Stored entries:

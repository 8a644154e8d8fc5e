package station

import (
	"math"

	"slantwise/orbit/unit"
)

// PointingLoss returns 12 (e/w)² dB, the loss of a beam of half-power width w at e off
// its axis. Against a uniform circular aperture it is within 0.04 dB up to e = w/2
// and 4.3 dB short at e = w (TestPointingLoss); beyond InMainLobe it is no gain to
// count on.
//
// The mean of e² over a random error adds to the square of a constant one, so the
// mean loss in dB follows from the root of the sum of squares exactly.
func PointingLoss(e, w unit.Angle) unit.DB {
	x := e.Radians() / w.Radians()
	return unit.DB(12 * x * x)
}

// InMainLobe tells whether e lies inside the main lobe of a beam of half-power width
// w: within w of the axis. The first null of a uniform circular aperture lies at
// 1.19 w (1.22 λ/D against 1.03 λ/D), a tapered one's further out.
func InMainLobe(e, w unit.Angle) bool { return e <= w }

// AngleBetween returns the angle between two directions in [0, π].
func AngleBetween(a, b Direction) unit.Angle {
	sa, ca := math.Sincos(a.Elevation.Radians())
	sb, cb := math.Sincos(b.Elevation.Radians())
	sd, cd := math.Sincos((a.Azimuth - b.Azimuth).Radians())
	// The form with atan2 keeps its digits near 0 and near π, where acos loses half of them.
	x := ca*sb - sa*cb*cd
	y := cb * sd
	return unit.Angle(math.Atan2(math.Hypot(x, y), sa*sb+ca*cb*cd))
}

• **Exercise goal**
Using the records above, copy word for word the line with "func PointingLoss(e, w", the line with "sa, ca := math.Sincos(a.Elevation.Radians())", and every line between them.

• **Response area**
func PointingLoss(e, w unit.Angle) unit.DB {
	x := e.Radians() / w.Radians()
	return unit.DB(12 * x * x)
}

// InMainLobe tells whether e lies inside the main lobe of a beam of half-power width
// w: within w of the axis. The first null of a uniform circular aperture lies at
// 1.19 w (1.22 λ/D against 1.03 λ/D), a tapered one's further out.
func InMainLobe(e, w unit.Angle) bool { return e <= w }

// AngleBetween returns the angle between two directions in [0, π].
func AngleBetween(a, b Direction) unit.Angle {
	sa, ca := math.Sincos(a.Elevation.Radians())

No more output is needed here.